Well we all know people like QLabs for cue playback, however I'm wondering if you guys have any recommendations for a setup where we can have a central server or something that syncs the systems then a bunch of remote systems playing back this file. A mix of Audio, Video and Photos. 

Basically I'd like to be able to have a few monitors or TVs around that can play through a slideshow and play a video. Much like Powerpoint except i'd like it to be like a kiosk where the app just opens and it listens for a server.


----------



## wavemaster447 (Feb 26, 2012)

Dataton Watchout, if you have the money. It's a stellar piece of software that lets you do **** near anything you can imagine with video, but it'll cost quite a bit to get started. Some rental companies may have Watchout computers available for rent, but its a long shot - you're talking 2K for a single machine, software alone, and you need at least 2 separate machines. Watchout can be triggered from Qlab, or any other MIDI or TCP/IP box.
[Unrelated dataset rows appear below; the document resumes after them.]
//! Building each piece's spec: the board, where it sits, and the planes
//! that cut it (ridges, commons and jacks, hips, valleys).

use glam::{DVec2, DVec3};

use super::board::{BoardFrame, PieceSpec, SeatWall};
use super::joints::{JOINT_FIT_IN, check_fit, part_bounds};
use super::layout::{EdgeKind, King, PlanLine, RafterLine};
use super::plane_frame::{PLAN_TOL_IN, PlaneFrame, distance_to_segment};
use super::{
    BoardSize, ConvexPart, CutEnd, FaceTag, FramingSettings, HalfSpace, HipTop, MemberKind, Solid, TailCut,
};
use crate::RoofLineKind;

/// Lengths within this of a stock length fit it: layouts in whole spaces
/// land splices exactly on stock lengths, and round-off must not tip them.
pub const STOCK_TOL_IN: f64 = 1e-6;

/// Two pieces' solids meet without running into each other while neither
/// has a corner deeper than this inside the other, inches: far finer than
/// the 1/64 in a joint is held to, coarser than round-off.
const OVERLAP_TOL_IN: f64 = 1e-6;

/// How far from a ridge's hip end, inches, a hip or valley must end for the
/// ridge's end to be cut back to it as to a line passing by (common
/// practice, no source: a foot, well past the few inches a member's end is
/// cut back from its node at a crowded node).
const HIP_END_REACH_IN: f64 = 12.0;
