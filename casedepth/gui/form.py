"""The input side of the window: steel, part, furnace step, drawing callout, model settings.

Every widget is a thin view of one :class:`casedepth.plan.Plan` field: editing the widget sets the
field (one undoable edit), and any change of the field (undo, open, units switch) is shown back.
"""

from __future__ import annotations

import math

from PySide6.QtCore import Qt, Signal
from PySide6.QtWidgets import (QCheckBox, QComboBox, QCompleter, QDoubleSpinBox, QFormLayout, QGroupBox, QHBoxLayout,
                               QHeaderView, QLabel, QLineEdit, QPlainTextEdit, QSlider, QTableWidget, QTableWidgetItem,
                               QToolButton, QVBoxLayout, QWidget)

from .. import steels
from ..austenite import Andrews_1965_Ac3
from ..diffusivity import METHODS
from ..errors import InputError
from ..hardness import HARDNESS_RELATIONS
from ..plan import Plan, stage_to_dict
from ..nitriding import dissociation_for_potential, nitride_capacity, nitriding_potential_from_dissociation
from ..recipe import STAGE_KINDS
from ..surface import Gunnarson_alloy_factor
from ..units import DisplayUnits, parse_velocity

# (label, shape, has a size, default size [m])
SHAPE_CHOICES = [
    ("Flat surface, thick section", "plate", False, None),
    ("Plate, carburized on both faces", "plate", True, 10e-3),
    ("Shaft or pin (solid round)", "cylinder", True, 30e-3),
    ("Bore (hole in a thick body)", "bore", True, 30e-3),
    ("Ball (sphere)", "sphere", True, 20e-3),
]
PROCESS_CHOICES = [("single", "One soak at one carbon potential"), ("boost-diffuse", "Boost and diffuse (plan both times)"),
                   ("stages", "Stages of my own")]
PROCESS_NOTES = {
    "single": "The soak time at temperature for the case at the end of the cycle: carbon moved in the shop's "
              "heat-up, drop and equalize is counted; the quote adds load, quench, wash and temper times.",
    "boost-diffuse": "Plans boost and diffuse so the case and the surface carbon are on target at the end of "
                     "the whole cycle; the shop's heat-up, drop and equalize are counted.",
    "stages": "Runs the stages as entered (temperatures ramp from the previous stage) and shows what they give.",
}
THRESHOLD_KINDS = [("%C", "carbon", 2, 0.05, 1.5), ("HV", "HV", 0, 100.0, 1000.0), ("HRC", "HRC", 1, 10.0, 70.0),
                   ("%C above core (total case)", "above core", 2, 0.01, 0.5)]

INVALID_STYLE = "border: 2px solid #d1495b; background: #fdecee;"


def _spin(decimals: int, low: float, high: float, step: float, suffix: str = "") -> QDoubleSpinBox:
    spin = QDoubleSpinBox()
    spin.setDecimals(decimals)
    spin.setRange(low, high)
    spin.setSingleStep(step)
    spin.setSuffix(suffix)
    spin.setKeyboardTracking(False)  # one edit per committed value (Enter, Tab, arrows), not per keystroke
    spin.setAccelerated(True)
    return spin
Another option would be old-fashioned analog signal distribution, and run your show from whatever software you want, including Powerpoint, or Qlab itself. Search around Amazon also, there are some Video+Serial over cat5 solutions that may work well for this, depending on how far the run is, and whether you want serial control of the screens themselves.

Good luck!


----------



## metti (Feb 26, 2012)

Sounds like you should be looking for digital signage type systems.


----------



## beardedbil (Feb 26, 2012)

I am not quite sure of your setup or needs but I would look at the Brightsign video players. I have used many of them in a kiosk type setting.
Best,
Bill Rod. 
Dark Tech Effects
www.darktecheffects.com


----------



## iAdam (May 5, 2012)

Station Playlist does video and audio, might do pics too;]


----------



## AhClem (Jul 8, 2012)

I'm a bit out of my element in this forum, but would the Medialon system be suitable for your needs?
Medialon - Show Control - Media Control


----------